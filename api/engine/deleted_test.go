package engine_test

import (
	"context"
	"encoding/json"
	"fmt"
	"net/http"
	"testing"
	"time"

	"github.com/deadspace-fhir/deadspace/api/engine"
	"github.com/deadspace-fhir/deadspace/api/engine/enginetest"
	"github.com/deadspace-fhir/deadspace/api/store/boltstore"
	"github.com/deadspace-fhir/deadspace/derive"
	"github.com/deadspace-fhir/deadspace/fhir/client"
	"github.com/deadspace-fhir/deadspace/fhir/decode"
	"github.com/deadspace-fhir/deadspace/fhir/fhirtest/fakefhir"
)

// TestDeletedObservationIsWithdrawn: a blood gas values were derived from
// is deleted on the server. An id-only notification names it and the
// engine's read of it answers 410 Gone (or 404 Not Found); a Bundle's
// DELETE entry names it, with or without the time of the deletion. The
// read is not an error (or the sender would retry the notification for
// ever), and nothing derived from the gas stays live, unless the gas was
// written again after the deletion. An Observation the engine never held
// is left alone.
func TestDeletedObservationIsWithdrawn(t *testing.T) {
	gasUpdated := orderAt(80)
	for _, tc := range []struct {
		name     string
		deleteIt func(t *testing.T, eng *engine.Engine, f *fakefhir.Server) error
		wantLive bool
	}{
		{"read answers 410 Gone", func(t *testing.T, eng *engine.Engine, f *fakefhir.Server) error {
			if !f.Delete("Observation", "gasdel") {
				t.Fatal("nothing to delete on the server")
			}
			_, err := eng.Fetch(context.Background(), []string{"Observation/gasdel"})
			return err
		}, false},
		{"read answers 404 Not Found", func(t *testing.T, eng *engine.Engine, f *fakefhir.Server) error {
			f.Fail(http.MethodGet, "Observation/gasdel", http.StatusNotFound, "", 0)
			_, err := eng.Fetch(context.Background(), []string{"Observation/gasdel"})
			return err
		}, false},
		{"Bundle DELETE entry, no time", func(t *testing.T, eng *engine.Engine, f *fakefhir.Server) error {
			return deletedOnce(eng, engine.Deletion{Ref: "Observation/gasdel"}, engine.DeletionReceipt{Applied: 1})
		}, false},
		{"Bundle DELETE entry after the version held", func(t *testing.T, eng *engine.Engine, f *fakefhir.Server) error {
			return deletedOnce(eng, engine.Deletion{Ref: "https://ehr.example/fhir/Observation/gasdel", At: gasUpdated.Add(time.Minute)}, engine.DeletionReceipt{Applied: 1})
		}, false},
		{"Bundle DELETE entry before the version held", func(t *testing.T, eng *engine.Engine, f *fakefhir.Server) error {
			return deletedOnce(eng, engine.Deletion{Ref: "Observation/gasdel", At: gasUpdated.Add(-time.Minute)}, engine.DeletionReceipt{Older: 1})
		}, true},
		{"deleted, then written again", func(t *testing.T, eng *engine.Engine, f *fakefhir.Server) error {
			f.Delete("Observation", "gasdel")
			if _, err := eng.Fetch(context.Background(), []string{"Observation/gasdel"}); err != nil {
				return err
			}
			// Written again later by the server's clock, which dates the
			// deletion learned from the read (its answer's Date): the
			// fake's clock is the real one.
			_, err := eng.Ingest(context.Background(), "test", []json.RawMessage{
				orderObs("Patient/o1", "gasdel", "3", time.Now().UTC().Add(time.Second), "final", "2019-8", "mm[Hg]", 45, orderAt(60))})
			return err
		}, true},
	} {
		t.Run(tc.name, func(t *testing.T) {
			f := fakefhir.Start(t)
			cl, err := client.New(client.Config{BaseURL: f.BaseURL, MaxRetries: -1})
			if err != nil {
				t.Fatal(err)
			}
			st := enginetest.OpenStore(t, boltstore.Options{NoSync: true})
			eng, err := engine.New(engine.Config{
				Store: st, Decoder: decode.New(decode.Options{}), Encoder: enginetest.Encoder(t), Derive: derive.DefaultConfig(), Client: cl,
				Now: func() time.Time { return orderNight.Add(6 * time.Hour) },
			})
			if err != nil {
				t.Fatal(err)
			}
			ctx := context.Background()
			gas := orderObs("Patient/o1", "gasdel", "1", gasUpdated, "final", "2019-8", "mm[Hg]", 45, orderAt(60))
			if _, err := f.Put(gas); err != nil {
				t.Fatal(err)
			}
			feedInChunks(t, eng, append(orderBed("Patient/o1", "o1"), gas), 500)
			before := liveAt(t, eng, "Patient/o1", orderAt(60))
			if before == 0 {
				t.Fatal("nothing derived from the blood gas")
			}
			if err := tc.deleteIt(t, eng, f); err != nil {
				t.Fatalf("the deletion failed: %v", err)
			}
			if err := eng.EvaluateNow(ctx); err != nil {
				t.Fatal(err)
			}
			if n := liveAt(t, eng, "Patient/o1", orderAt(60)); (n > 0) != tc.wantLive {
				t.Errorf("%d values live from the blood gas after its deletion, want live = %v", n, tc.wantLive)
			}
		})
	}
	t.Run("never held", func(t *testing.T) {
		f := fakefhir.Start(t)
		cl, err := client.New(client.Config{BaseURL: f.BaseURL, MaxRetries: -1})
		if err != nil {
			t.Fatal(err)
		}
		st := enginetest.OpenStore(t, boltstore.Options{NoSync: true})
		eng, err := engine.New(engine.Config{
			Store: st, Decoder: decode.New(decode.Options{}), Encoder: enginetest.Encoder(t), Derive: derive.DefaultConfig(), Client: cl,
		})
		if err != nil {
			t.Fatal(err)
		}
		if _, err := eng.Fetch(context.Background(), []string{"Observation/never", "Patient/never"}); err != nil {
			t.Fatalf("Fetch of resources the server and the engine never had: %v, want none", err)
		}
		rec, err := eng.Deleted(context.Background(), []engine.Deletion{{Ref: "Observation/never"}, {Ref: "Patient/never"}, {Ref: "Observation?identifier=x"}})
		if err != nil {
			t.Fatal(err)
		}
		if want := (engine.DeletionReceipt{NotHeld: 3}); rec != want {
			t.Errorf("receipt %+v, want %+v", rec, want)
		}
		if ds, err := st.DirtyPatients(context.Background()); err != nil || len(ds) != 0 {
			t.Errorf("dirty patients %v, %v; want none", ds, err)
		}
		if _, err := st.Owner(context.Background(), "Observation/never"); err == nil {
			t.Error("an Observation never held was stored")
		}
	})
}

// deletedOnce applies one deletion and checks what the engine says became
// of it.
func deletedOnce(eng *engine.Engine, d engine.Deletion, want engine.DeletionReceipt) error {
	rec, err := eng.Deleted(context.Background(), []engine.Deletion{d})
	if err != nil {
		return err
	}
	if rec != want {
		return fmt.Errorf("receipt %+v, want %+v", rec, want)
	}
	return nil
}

● **Problem**
Only the lines from the first line of the records through the line containing "DELETE entry after" should be repeated, exactly as they appear.

● **Response box**
filename api/engine/deleted_test.go
package engine_test

import (
	"context"
	"encoding/json"
	"fmt"
	"net/http"
	"testing"
	"time"

	"github.com/deadspace-fhir/deadspace/api/engine"
	"github.com/deadspace-fhir/deadspace/api/engine/enginetest"
	"github.com/deadspace-fhir/deadspace/api/store/boltstore"
	"github.com/deadspace-fhir/deadspace/derive"
	"github.com/deadspace-fhir/deadspace/fhir/client"
	"github.com/deadspace-fhir/deadspace/fhir/decode"
	"github.com/deadspace-fhir/deadspace/fhir/fhirtest/fakefhir"
)

// TestDeletedObservationIsWithdrawn: a blood gas values were derived from
// is deleted on the server. An id-only notification names it and the
// engine's read of it answers 410 Gone (or 404 Not Found); a Bundle's
// DELETE entry names it, with or without the time of the deletion. The
// read is not an error (or the sender would retry the notification for
// ever), and nothing derived from the gas stays live, unless the gas was
// written again after the deletion. An Observation the engine never held
// is left alone.
func TestDeletedObservationIsWithdrawn(t *testing.T) {
	gasUpdated := orderAt(80)
	for _, tc := range []struct {
		name     string
		deleteIt func(t *testing.T, eng *engine.Engine, f *fakefhir.Server) error
		wantLive bool
	}{
		{"read answers 410 Gone", func(t *testing.T, eng *engine.Engine, f *fakefhir.Server) error {
			if !f.Delete("Observation", "gasdel") {
				t.Fatal("nothing to delete on the server")
			}
			_, err := eng.Fetch(context.Background(), []string{"Observation/gasdel"})
			return err
		}, false},
		{"read answers 404 Not Found", func(t *testing.T, eng *engine.Engine, f *fakefhir.Server) error {
			f.Fail(http.MethodGet, "Observation/gasdel", http.StatusNotFound, "", 0)
			_, err := eng.Fetch(context.Background(), []string{"Observation/gasdel"})
			return err
		}, false},
		{"Bundle DELETE entry, no time", func(t *testing.T, eng *engine.Engine, f *fakefhir.Server) error {
			return deletedOnce(eng, engine.Deletion{Ref: "Observation/gasdel"}, engine.DeletionReceipt{Applied: 1})
		}, false},
		{"Bundle DELETE entry after the version held", func(t *testing.T, eng *engine.Engine, f *fakefhir.Server) error {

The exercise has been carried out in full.